I remember when some local juvenile delinquents burnt down his barn. I asked him what he planned to do about it.
“I can either rebuild the barn or I can do without it,” he said.
“I mean, are you going to get the guys?”
John was a big, strong man and I’d heard that he was quite a fighter when he was young.
“No,” he said. “Why would I want to do that?”
He sat himself down on a chair that creaked alarmingly under the weight of the old man.
“Don’t you want revenge?”
“No, I don’t want revenge. I don’t know what that is,” he said.
“It’s when you beat them up”.
“I see. And what would I gain from that?”
“Justice,” I continued. “If you want justice, you have to go after them.”
“I leave justice to the Great Spirit,” he explained calmly.
“Will the Spirit punish them?”
“No, the Great Spirit has devised it such that they will punish themselves.”
“I’ve never seen anyone punish himself.”
“Look John, I will let you in on a secret.” He lowered his voice and looked around to see if anyone was listening, which of course there wasn’t. That gesture was designed to make me curious, and it worked.
“You know I talk to people that you call dead,” he said, “but do you know what they say when the come to talk to me?”
“No, what do they say?”
“They say ‘Forgive me’.”
“Do they ask for forgiveness?”
“Yes, they sure do. Not everyone but far too many. And do you know who are the saddest of all people that come to me from Spirit?”
“No, who are they?”
“The saddest are the perpetrators. Not the victims. You see, one day we will all see what we have done while we walked on earth, and we will see it with our spirit eyes, and then we will realize that what we have done, we have done to ourselves.
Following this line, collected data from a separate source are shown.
import type { ColDef, ColGroupDef, ValueGetterParams } from 'ag-grid-community';
import type { Factor, Outcome, Response, Run } from '../studies/study-types';
import { DecimalEditor, type DecimalEditorParams } from './decimal-editor';
import { RowActions } from './row-actions';
import { colId } from './run-cells';

/** Numbers typed as text sort as numbers; empty cells go last either way. */
function numericCompare(a: string | null | undefined, b: string | null | undefined): number {
  const x = a === '' || a == null ? Number.NaN : Number(a);
  const y = b === '' || b == null ? Number.NaN : Number(b);
  if (Number.isNaN(x) && Number.isNaN(y)) return 0;
  if (Number.isNaN(x)) return 1;
  if (Number.isNaN(y)) return -1;
  return x - y;
}

const numberFilter = (get: (r: Run) => string | undefined) => ({
  filter: 'agNumberColumnFilter',
  filterValueGetter: (p: ValueGetterParams<Run>) => {
    const t = p.data ? get(p.data) : undefined;
    return t === undefined || t === '' ? null : Number(t);
  },
  comparator: numericCompare,
  cellClass: 'sm-cell-number',
});

const unitSuffix = (unit: string) => (unit ? ` (${unit})` : '');

function rangeText(r: Response): string {
  if (r.rangeMin !== null && r.rangeMax !== null) return `${r.rangeMin} to ${r.rangeMax}`;
  if (r.rangeMin !== null) return `at least ${r.rangeMin}`;
  if (r.rangeMax !== null) return `at most ${r.rangeMax}`;
  return '';
}

/**
 * Column definitions of the run sheet, built from the study's set-up. Editability depends on the
 * caller's role and on the run (removed runs are read-only until restored).
 */
export function runColumns(factors: Factor[], responses: Response[], outcomes: Outcome[], canEdit: boolean): (ColDef<Run> | ColGroupDef<Run>)[] {
  const editable = (p: { data?: Run }) => canEdit && !!p.data && p.data.removedAt === null;
  const editClass = canEdit ? ['sm-cell-editable'] : [];
  const outcomeLabel = (id: number | null) => outcomes.find((o) => o.id === id)?.label ?? '';

  const code: ColDef<Run> = {
    colId: 'code',
    headerName: 'Run',
    field: 'code',
    pinned: 'left',
    width: 104,
    filter: 'agTextColumnFilter',
    cellClassRules: { 'sm-excluded-mark': (p) => !!p.data?.excluded },
    tooltipValueGetter: (p) =>
      p.data?.removedAt !== null && p.data?.removedAt !== undefined
        ? `Removed: ${p.data.removedReason ?? ''}`
        : p.data?.excluded
          ? `Excluded from the analysis: ${outcomeLabel(p.data.outcomeId)}${p.data.outcomeReason ? ' — ' + p.data.outcomeReason : ''}`
          : null,
  };
  const runCols: ColDef<Run>[] = [
    { colId: 'standardOrder', headerName: 'Std order', field: 'standardOrder', width: 120, filter: 'agNumberColumnFilter', cellClass: 'sm-cell-number' },
    { colId: 'runOrder', headerName: 'Run order', field: 'runOrder', width: 124, filter: 'agNumberColumnFilter', cellClass: 'sm-cell-number', sort: 'asc' },
    { colId: 'block', headerName: 'Block', field: 'block', width: 90, filter: 'agTextColumnFilter' },
  ];

  const settings: ColDef<Run>[] = factors.map((f) => ({
    colId: colId.setting(f.symbol),
    headerName: `${f.symbol}${unitSuffix(f.unit)}`,
    headerTooltip: `${f.name} — planned setting`,
    width: 110,
    valueGetter: (p: ValueGetterParams<Run>) => p.data?.settings[f.symbol] ?? '',
    ...(f.kind === 'numeric' ? numberFilter((r) => r.settings[f.symbol]) : { filter: 'agTextColumnFilter' }),
  }));

  const measured: ColDef<Run>[] = factors
    .filter((f) => f.tracksMeasured)
    .map((f) => ({
      colId: colId.measured(f.symbol),
      headerName: `${f.symbol} measured${unitSuffix(f.unit)}`,
      headerTooltip: `${f.name} as machined / measured on the specimen`,
      width: 140,
      editable,
      valueGetter: (p: ValueGetterParams<Run>) => p.data?.measured[f.symbol]?.text ?? '',
      cellEditor: DecimalEditor,
      cellEditorParams: { label: `${f.symbol} measured` } satisfies DecimalEditorParams,
      ...numberFilter((r) => r.measured[f.symbol]?.text),
      cellClass: ['sm-cell-number', ...editClass],
    }));

  const values: ColDef<Run>[] = responses.map((r) => ({
    colId: colId.value(r.symbol),
    headerName: `${r.symbol}${unitSuffix(r.unit)}`,
    headerTooltip: `${r.name}; ${r.decimals} decimals${rangeText(r) ? '; plausible ' + rangeText(r) : ''}`,
    width: 120,
    editable,
    valueGetter: (p: ValueGetterParams<Run>) => p.data?.values[r.symbol]?.text ?? '',
    cellEditor: DecimalEditor,
    cellEditorParams: { label: r.symbol, decimals: r.decimals } satisfies DecimalEditorParams,
    ...numberFilter((run) => run.values[r.symbol]?.text),
    cellClass: ['sm-cell-number', ...editClass],
    cellClassRules: { 'sm-out-of-range': (p) => !!p.data?.values[r.symbol]?.outOfRange },
    tooltipValueGetter: (p) => (p.data?.values[r.symbol]?.outOfRange ? `Outside the plausible range (${rangeText(r)}): check the value` : null),
  }));

  const record: ColDef<Run>[] = [
    {
      colId: 'outcome',
      headerName: 'Outcome',
      width: 170,
      editable,
      valueGetter: (p) => outcomeLabel(p.data?.outcomeId ?? null),
      cellEditor: 'agSelectCellEditor',
      cellEditorParams: { values: ['', ...outcomes.map((o) => o.label)] },
      filter: 'agTextColumnFilter',
      cellClass: editClass,
      cellClassRules: { 'sm-excluded-mark': (p) => !!p.data && p.data.excluded && p.data.removedAt === null },
    },
    { colId: 'outcomeReason', headerName: 'Reason', field: 'outcomeReason', width: 180, editable, filter: 'agTextColumnFilter', cellClass: editClass, tooltipField: 'outcomeReason' },
    { colId: 'operator', headerName: 'Operator', field: 'operator', width: 120, editable, filter: 'agTextColumnFilter', cellClass: editClass },
    { colId: 'testedOn', headerName: 'Tested on', field: 'testedOn', width: 130, editable, cellEditor: 'agDateStringCellEditor', filter: 'agTextColumnFilter', cellClass: editClass },
    { colId: 'notes', headerName: 'Notes', field: 'notes', width: 220, editable, filter: 'agTextColumnFilter', cellClass: editClass, tooltipField: 'notes' },
  ];

  const files: ColDef<Run> = {
    colId: 'attachments',
    headerName: 'Files',
    valueGetter: (p) => p.data?.attachmentCount ?? 0,
    width: canEdit ? 130 : 100,
    // Kept in view: the files, history and removal of a run are reachable however wide the sheet is.
    pinned: 'right',
    filter: 'agNumberColumnFilter',
    cellRenderer: RowActions,
    sortable: true,
  };

  return [
    code,
    { headerName: 'Order', children: runCols },
    ...(settings.length ? [{ headerName: 'Planned settings', children: settings }] : []),
    ...(measured.length ? [{ headerName: 'Measured geometry', children: measured }] : []),
    ...(values.length ? [{ headerName: 'Responses', children: values }] : []),
    { headerName: 'Record', children: record },
    files,
  ];
}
In heaven there are no divisions between us. We are all part of one great soul.”
He looked at me to make sure I was paying attention.
“We will have to forgive others which is easy,” he said, “but we will also have to forgive ourselves and that is much, much harder.”
That was the last time we spoke. The next day my family was split apart and myself and my younger brother Robert were sent to our aunt Betty to live with her. Even though I never saw Big Bear again, the memories of the wise old man never left me.
I skipped the church service. I worked in his garden instead, because I realized that John was not in a church or in the ground. He was in heaven, and I think he was smiling down at me.